Why a single-seller approach is wise for college football
College football is the second highest-rated TV programming in the U.S., behind only the NFL. A dozen schools’ games consistently produce NFL-like numbers at 4 million to 10 million-plus viewers. College football generates $3.9 billion in media rights, and … it is underperforming.
With its recent deals, the NBA leveraged competitive bidding, great demographics, and its (non-football season) spring primacy to dunk all others at $3.04 rights per viewer hour (RPVH). Meanwhile, audience growth with Nielsen’s Big Data actually drove NFL’s RPVH down to just $1.30. Hence, the NFL is reopening its deals (and potentially expanding to 18 games). We forecast this will increase the NFL’s RPVH by about 50% to $1.95 (once phased in). That’s 82% higher than college football’s $1.07 today.

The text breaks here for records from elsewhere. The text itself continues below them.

#[derive(Subcommand)]
enum Command {
    /// Write the built-in demonstration case, print its thermal-wind summary and write its report.
    #[command(after_help = "Example:\n  baroc demo --output baroc-demo\n  baroc inspect baroc-demo/marrowind-wave-2026-10-14.nc")]
    Demo {
        /// Directory to write the case and its report into.
        #[arg(long, short, default_value = "baroc-demo")]
        output: PathBuf,
        /// Time step to summarise (0-based; the default is the last).
        #[arg(long)]
        time_step: Option<usize>,
    },
    /// Describe data files: variables, roles, grid, levels and times.
    #[command(after_help = "Example:\n  baroc inspect baroc-demo/marrowind-wave-2026-10-14.nc")]
    Inspect {
        /// One or more NetCDF files, combined into one dataset.
        #[arg(required = true)]
        files: Vec<PathBuf>,
    },
    /// Evaluate a script, recipe or expression on data files and write every named result to CF NetCDF.
    #[command(after_help = "Examples (on the demo case):\n  baroc run -e 'thermal_wind(1000 hPa to 500 hPa)' -o shear.nc baroc-demo/marrowind-wave-2026-10-14.nc\n  baroc run recipes/thermal-wind-budget.baroc --set 'layer=850 hPa to 300 hPa' -o out.nc --report out.html baroc-demo/marrowind-wave-2026-10-14.nc")]
    Run {
        #[command(flatten)]
        program: ProgramArgs,
        /// NetCDF file to write the named results to (written atomically).
        #[arg(long, short)]
        output: Option<PathBuf>,
        /// Also write a self-contained HTML report of the run.
        #[arg(long)]
        report: Option<PathBuf>,
        /// Evaluate each time step separately, in parallel, with a progress bar.
        #[arg(long)]
        each_time: bool,
        /// Run one shard: I/N is the I-th (from 1) of N contiguous blocks of the data's
        /// time steps; `slurm` takes it from the job array's SLURM_ARRAY_TASK_* variables.
        #[arg(long, value_name = "I/N|slurm")]
        shard: Option<String>,
        /// Keep memory within this size (e.g. 4GiB) by running blocks of time steps one
        /// after another and joining them in the output file. Without it, a run writing a
        /// file does so by itself when its data would not fit in half the available memory
        /// (or in BAROC_MEMORY_LIMIT) and its program picks no particular time.
        #[arg(long, value_name = "SIZE")]
        memory_limit: Option<String>,
    },
    /// Join the NetCDF files of a sharded run (`baroc run --shard`) along time into one.
    #[command(after_help = "Example:\n  for i in 1 2 3 4; do baroc run recipes/thermal-wind-budget.baroc --shard $i/4 -o part-$i.nc case.nc; done\n  baroc merge budget.nc part-*.nc")]
    Merge {
        /// The merged file to write (atomically).
        output: PathBuf,
        /// The shard files, in any order.
        #[arg(required = true)]
        shards: Vec<PathBuf>,
        /// Write the merged file even when shards leave time steps out (gaps) or cover a
        /// step twice (overlaps: the copy of the shard that starts first is kept).
        #[arg(long)]
        accept_gaps_and_overlaps: bool,
    },
    /// Print named results at points or as area statistics.
    #[command(after_help = "Examples (on the demo case):\n  baroc table -e 'thickness(1000 hPa to 500 hPa)' --at '51.5 north, 31 west' baroc-demo/marrowind-wave-2026-10-14.nc\n  baroc table -e 'turning(1000 hPa to 500 hPa)' --region '45 north to 60 north, 40 west to 10 west' --format csv baroc-demo/marrowind-wave-2026-10-14.nc")]
    Table {
        #[command(flatten)]
        program: ProgramArgs,
        /// A point, written as in the language: '52.5 north, 20 west'. Repeatable.
        #[arg(long = "at")]
        points: Vec<String>,
        /// A box: '40 north to 65 north, 50 west to 5 east'. Repeatable.
        #[arg(long = "region")]
        regions: Vec<String>,
        #[arg(long, value_enum, default_value = "text")]
        format: Format,
    },
    /// Audit a dataset's balance: hydrostatic residual per layer, thermal-wind residual by latitude band, geostrophic departure per level, plausibility, and a verdict naming likely causes.
    #[command(after_help = "Examples (on the demo case):\n  baroc audit baroc-demo/marrowind-wave-2026-10-14.nc\n  baroc audit --strict --max-hydrostatic-rms 2 --report audit.html baroc-demo/marrowind-wave-2026-10-14.nc\n\nWith --strict the exit status is 1 when any check passes its limit.")]
    Audit {
        /// One or more NetCDF files, combined into one dataset.
        #[arg(required = true)]
        files: Vec<PathBuf>,
        #[arg(long, value_enum, default_value = "text")]
        format: Format,
        /// Exit with status 1 when any check passes its limit.
        #[arg(long)]
        strict: bool,
        /// Limit of the RMS hydrostatic residual of any layer (m).
        #[arg(long, value_name = "METRES", default_value_t = baroc::audit::Thresholds::default().hydrostatic_rms_metres)]
        max_hydrostatic_rms: f64,
        /// Limit of the RMS thermal-wind residual of any layer and latitude band (m/s).
        #[arg(long, value_name = "M/S", default_value_t = baroc::audit::Thresholds::default().thermal_wind_rms)]
        max_thermal_wind_rms: f64,
        /// Limit of the RMS geostrophic departure at any level (m/s).
        #[arg(long, value_name = "M/S", default_value_t = baroc::audit::Thresholds::default().geostrophic_rms)]
        max_geostrophic_rms: f64,
        /// Integrate temperature over ln p by the trapezoid (default: each layer's residual depends on its two levels only) or the piecewise quadratic.
        #[arg(long, value_enum, default_value = "trapezoid")]
        integration: Integration,
        /// Also write a self-contained HTML audit report.
        #[arg(long, value_name = "FILE.html")]
        report: Option<PathBuf>,
    },
    /// The Jupyter kernel: run it (Jupyter does, from kernel.json), install or uninstall its kernelspec.
    #[command(after_help = "Examples:\n  baroc kernel install --user\n  jupyter lab   # then pick the Baroc kernel\n  baroc kernel uninstall --user")]
    Kernel {
        /// The connection file Jupyter passes when it starts the kernel.
        #[arg(long)]
        connection_file: Option<PathBuf>,
        #[command(subcommand)]
        action: Option<KernelAction>,
    },
}

#[derive(Subcommand)]
enum KernelAction {
    /// Install the kernelspec (display name, language, logos, interrupt by message).
    Install {
        #[command(flatten)]
        location: KernelLocation,
        /// The name Jupyter shows for the kernel.
        #[arg(long, default_value = baroc::kernel::kernelspec::DEFAULT_DISPLAY_NAME)]
        display_name: String,
    },
    /// Remove the kernelspec.
    Uninstall {
        #[command(flatten)]
        location: KernelLocation,
    },
}

#[derive(clap::Args)]
#[group(multiple = false)]
struct KernelLocation {
    /// The user's Jupyter data directory (the default).
    #[arg(long)]
    user: bool,
    /// DIR/share/jupyter/kernels.
    #[arg(long, value_name = "DIR")]
    prefix: Option<PathBuf>,
    /// The active Python environment's prefix (sys.prefix).
    #[arg(long)]
    sys_prefix: bool,
}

Why is college football so popular, yet relatively undervalued? Mainly, it’s that the NFL and NBA negotiate and coordinate their national media rights centrally. With financial pressures in college sports, the need for a new single-seller approach to maximize football’s media opportunities becomes critical. Indeed, Sports Broadcasting Act revisions are in discussion.

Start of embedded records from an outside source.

impl Unit {
    /// A unit from its parts.
    ///
    /// Fails with [`UnitError::InvalidScale`] unless `scale` is positive and
    /// finite and `offset` finite.
    pub fn new(dimension: Dimension, scale: f64, offset: f64) -> Result<Unit, UnitError> {
        if !(scale.is_finite() && scale > 0.0 && offset.is_finite()) {
            return Err(UnitError::InvalidScale { scale, offset });
        }
        Ok(Unit {
            dimension,
            scale,
            offset,
            symbol: None,
        })
    }

    /// The coherent SI unit of a dimension (scale 1, no offset), e.g. m s-1.
    pub fn si(dimension: Dimension) -> Unit {
        Unit {
            dimension,
            scale: 1.0,
            offset: 0.0,
            symbol: None,
        }
    }

    /// The pure number 1.
    pub fn dimensionless() -> Unit {
        Unit::si(Dimension::DIMENSIONLESS)
    }

    pub fn dimension(&self) -> Dimension {
        self.dimension
    }

    /// Multiply a value in this unit by this to get the SI value (before the
    /// offset is added).
    pub fn scale(&self) -> f64 {
        self.scale
    }

    /// SI value of this unit's zero (273.15 for degC, 0 for most units).
    pub fn offset(&self) -> f64 {
        self.offset
    }

    /// The spelling this unit was parsed from ("hPa", "m/s"); `None` for the
    /// results of arithmetic and for units built from parts.
    pub fn symbol(&self) -> Option<&str> {
        self.symbol.as_deref()
    }

    /// True for a shifted origin (degC, degF): an absolute temperature scale.
    pub fn has_offset(&self) -> bool {
        self.offset != 0.0
    }

    /// True for a plane angle (degrees, radians, degrees_north ...).
    pub fn is_angle(&self) -> bool {
        self.dimension.is_angle()
    }

    /// True when the unit converts to the pure number 1 (angles included,
    /// as in SI).
    pub fn is_dimensionless(&self) -> bool {
        self.dimension.is_dimensionless()
    }

    /// True when values convert between the two units (see
    /// [`Dimension::compatible_with`]).
    pub fn is_compatible(&self, other: &Unit) -> bool {
        self.dimension.compatible_with(&other.dimension)
    }

    /// The same unit for differences: the origin dropped (degC -> K,
    /// degF -> 5/9 K), everything else unchanged.
    ///
    /// Use it for temperature differences, gradients, tendencies and spreads
    /// (a change of 1 degC is a change of 1 K); convert absolute temperatures
    /// with the unit itself (20 degC is 293.15 K). A unit without an offset is
    /// returned as it is, spelling included.
    pub fn as_difference(&self) -> Unit {
        if self.offset == 0.0 {
            return self.clone();
        }
        Unit {
            dimension: self.dimension,
            scale: self.scale,
            offset: 0.0,
            symbol: None,
        }
    }

    /// Read a udunits/CF unit string.
    ///
    /// Accepted names (a fixed table, not every udunits name):
    /// K, kelvin, degK; degC, deg_C, degree_C, degree_Celsius, celsius, °C;
    /// degF, degree_Fahrenheit; Pa, hPa, kPa, bar, mbar, millibar, mb; m, km,
    /// dam, cm, mm, metre(s)/meter(s) with long prefixes, gpm (geopotential
    /// metre, as m); kg, g; s, sec, second(s), min, minute(s), h, hr, hour(s),
    /// d, day(s); kt, kts, knot(s); rad, radian(s), degree(s), °,
    /// degrees_north, degree_N, degreeN, degrees_east, degree_E, degreeE (and
    /// their other CF spellings); J, W, N, Hz, mol; %, percent; numbers.
    /// SI prefixes k, h, da, d, c, m, u (µ) go on m, g, Pa, bar, J, W, N and
    /// mol; only micro goes on the symbol s, because "ms-1" is nearly always
    /// a mistyped "m s-1" ("millisecond" is accepted written out).
    ///
    /// Grammar: factors joined by whitespace, `.` or `*` multiply, `/`
    /// divides the product so far (left to right, so "m/s/s" is m s-2 and
    /// "K/(100 km)" needs its parentheses); an integer exponent follows a name
    /// or `)` directly (`m2`, `s-1`) or after `**`/`^` (`s**-1`, `m^2`). The
    /// empty string and "1" are dimensionless. `U @ x` shifts the origin of
    /// U by x units (udunits notation, `K @ 273.15` is degC).
    ///
    /// Fails with [`UnitError::Syntax`] carrying the byte span and what was
    /// expected: unknown names (with a corrected string for near misses such
    /// as "hpa" or "ms-1"), stray characters, unbalanced parentheses, missing
    /// or out-of-range exponents, zero or infinite numbers, an offset unit
    /// (degC) inside a product or power, or a reference time ("hours since
    /// ...", which `crate::calendar` reads).
    pub fn parse(text: &str) -> Result<Unit, UnitError> {
        // Before lexing: the date after "since" would fail as a stray '-'.
        if let Some(span) = find_word(text, "since") {
            return Err(syntax_error(
                text,
                span,
                SyntaxErrorKind::TimeReference,
                "a unit without a reference time; time coordinates such as \"hours since 1900-01-01\" are read by the calendar module",
                None,
            ));
        }
        let tokens = lex(text)?;
        let mut parser = Parser {
            input: text,
            tokens,
            position: 0,
            offset_names: Vec::new(),
        };
        let mut unit = parser.parse_all()?;
        let trimmed = text.trim();
        unit.symbol = if trimmed.is_empty() {
            None
        } else {
            Some(trimmed.to_string())
        };
        Ok(unit)
    }

    /// The product of two units.
    ///
    /// Fails with [`UnitError::OffsetArithmetic`] if either has a shifted
    /// origin (degC), [`UnitError::ExponentOverflow`] if an exponent leaves
    /// the i8 range, [`UnitError::InvalidScale`] if the scale overflows.
    pub fn multiply(&self, other: &Unit) -> Result<Unit, UnitError> {
        combine(self, other, false).map_err(|p| self.arithmetic_error(p, other, "multiply", 1))
    }

    /// The quotient of two units. Fails as [`Unit::multiply`] does.
    pub fn divide(&self, other: &Unit) -> Result<Unit, UnitError> {
        combine(self, other, true).map_err(|p| self.arithmetic_error(p, other, "divide", -1))
    }

    /// The unit raised to an integer power (`power` 0 gives 1, 1 gives the
    /// unit itself even with an offset).
    ///
    /// Fails with [`UnitError::OffsetArithmetic`] for other powers of a unit
    /// with a shifted origin, [`UnitError::ExponentOverflow`] or
    /// [`UnitError::InvalidScale`] when the result leaves the supported range.
    pub fn powi(&self, power: i32) -> Result<Unit, UnitError> {
        raise(self, power).map_err(|p| self.arithmetic_error(p, self, "raise to a power", power))
    }

    fn arithmetic_error(
        &self,
        problem: ArithmeticProblem,
        other: &Unit,
        operation: &'static str,
        power: i32,
    ) -> UnitError {
        match problem {
            ArithmeticProblem::Offset => {
                let culprit = if self.has_offset() { self } else { other };
                UnitError::OffsetArithmetic {
                    unit: culprit.to_string(),
                    operation,
                    difference: culprit.as_difference().to_string(),
                }
            }
            ArithmeticProblem::ExponentOverflow => UnitError::ExponentOverflow {
                unit: self.to_string(),
                power,
            },
            ArithmeticProblem::ScaleOutOfRange => UnitError::InvalidScale {
                scale: if power < 0 {
                    self.scale / other.scale
                } else {
                    self.scale * other.scale
                },
                offset: 0.0,
            },
        }
    }

    /// The factor and offset that take a value in this unit to `to`:
    /// `value_in_to = value * factor + offset`. Meant for whole arrays
    /// (compute once, apply to every element; NaN stays NaN).
    ///
    /// Both units are taken as given: degC to K is (1, 273.15). For
    /// differences call [`Unit::as_difference`] on both first.
    ///
    /// Fails with [`UnitError::IncompatibleDimensions`] when the quantities
    /// differ (an angle converts to a pure number, as in SI).
    pub fn conversion_to(&self, to: &Unit) -> Result<(f64, f64), UnitError> {
        if !self.is_compatible(to) {
            return Err(UnitError::IncompatibleDimensions {
                from: self.to_string(),
                from_dimension: self.dimension,
                to: to.to_string(),
                to_dimension: to.dimension,
            });
        }
        // si = v * s1 + o1 and v2 = (si - o2) / s2.
        let factor = self.scale / to.scale;
        let offset = (self.offset - to.offset) / to.scale;
        Ok((factor, offset))
    }

    /// One value converted to `to`. Fails as [`Unit::conversion_to`] does.
    pub fn convert(&self, value: f64, to: &Unit) -> Result<f64, UnitError> {
        let (factor, offset) = self.conversion_to(to)?;
        Ok(value * factor + offset)
    }

    /// A value in this unit expressed in the coherent SI unit.
    pub fn to_si(&self, value: f64) -> f64 {
        value * self.scale + self.offset
    }

    /// A value in the coherent SI unit expressed in this unit.
    pub fn from_si(&self, value: f64) -> f64 {
        (value - self.offset) / self.scale
    }

    /// The canonical CF-style spelling, whatever the unit was parsed from:
    /// "m s-1", "m2 s-2", "K", "Pa", "hPa", "s-1", "K day-1", "1e-5 K m-1",
    /// "1". Base units come as kg m s K mol rad, positive exponents first; the
    /// derived names Pa, J, N, W and the common scaled names (hPa, km, dam,
    /// min, h, day, degree, kt, %) are used where they give a shorter string
    /// without a number; otherwise the scale is written as a leading number.
    /// Reading this string with [`Unit::parse`] gives the unit back (the
    /// scale to within about 1e-12 relative).
    pub fn canonical(&self) -> String {
        if self.offset != 0.0 {
            if let Some(entry) = FIXED_NAMES.iter().find(|e| {
                e.offset != 0.0
                    && e.scale == self.scale
                    && e.offset == self.offset
                    && e.dimension == self.dimension
            }) {
                return entry.names[0].to_string();
            }
            return format!(
                "{} @ {}",
                self.as_difference().canonical(),
                format_number(self.offset / self.scale)
            );
        }
        struct Candidate {
            number: Option<f64>,
            pieces: Vec<(&'static str, i32)>,
        }
        let needs_number = |scale: f64| {
            if (scale - 1.0).abs() <= 1e-12 {
                None
            } else {
                Some(scale)
            }
        };
        let mut best = Candidate {
            number: needs_number(self.scale),
            pieces: self.dimension.base_pieces(),
        };
        // No number, then fewest names, then (for ties such as "kg s-3"
        // against "W m-2") no kilogram, which derived names usually absorb.
        let score = |c: &Candidate| {
            (
                c.number.is_some(),
                c.pieces.len(),
                c.pieces.iter().any(|(n, _)| *n == "kg"),
            )
        };
        for lead in CANONICAL_LEADS {
            for power in [1, -1] {
                let Some(lead_dimension) = lead.dimension.checked_powi(power) else {
                    continue;
                };
                let Some(rest) = self.dimension.checked_div(lead_dimension) else {
                    continue;
                };
                // A scaled name against its own base ("m km-1" for 1e-3) says
                // nothing; coherent derived names may (W m-2).
                let opposed = lead_dimension
                    .exponents()
                    .iter()
                    .zip(rest.exponents())
                    .any(|(a, b)| i32::from(*a) * i32::from(b) < 0);
                if lead.scale != 1.0 && opposed {
                    continue;
                }
                let mut pieces = vec![(lead.name, power)];
                pieces.extend(rest.base_pieces());
                let candidate = Candidate {
                    number: needs_number(self.scale / lead.scale.powi(power)),
                    pieces,
                };
                // Strictly better only, so ties keep the plain base units.
                if score(&candidate) < score(&best) {
                    best = candidate;
                }
            }
        }
        let text = render_pieces(&best.pieces);
        match (best.number, text.is_empty()) {
            (None, true) => "1".to_string(),
            (None, false) => text,
            (Some(number), true) => format_number(number),
            (Some(number), false) => format!("{} {}", format_number(number), text),
        }
    }
}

A professional single seller negotiating college football media rights (similar to how the CFP is handled) could strategically optimize media planning, improve the schedule, launch valuable new products and increase bargaining leverage, enabling the sport to maximize its rights. In 1999, NASCAR shifted to be a single seller, centralizing all media rights previously held separately by tracks, then achieved 4X revenue growth. It wasn’t an accident (pun intended).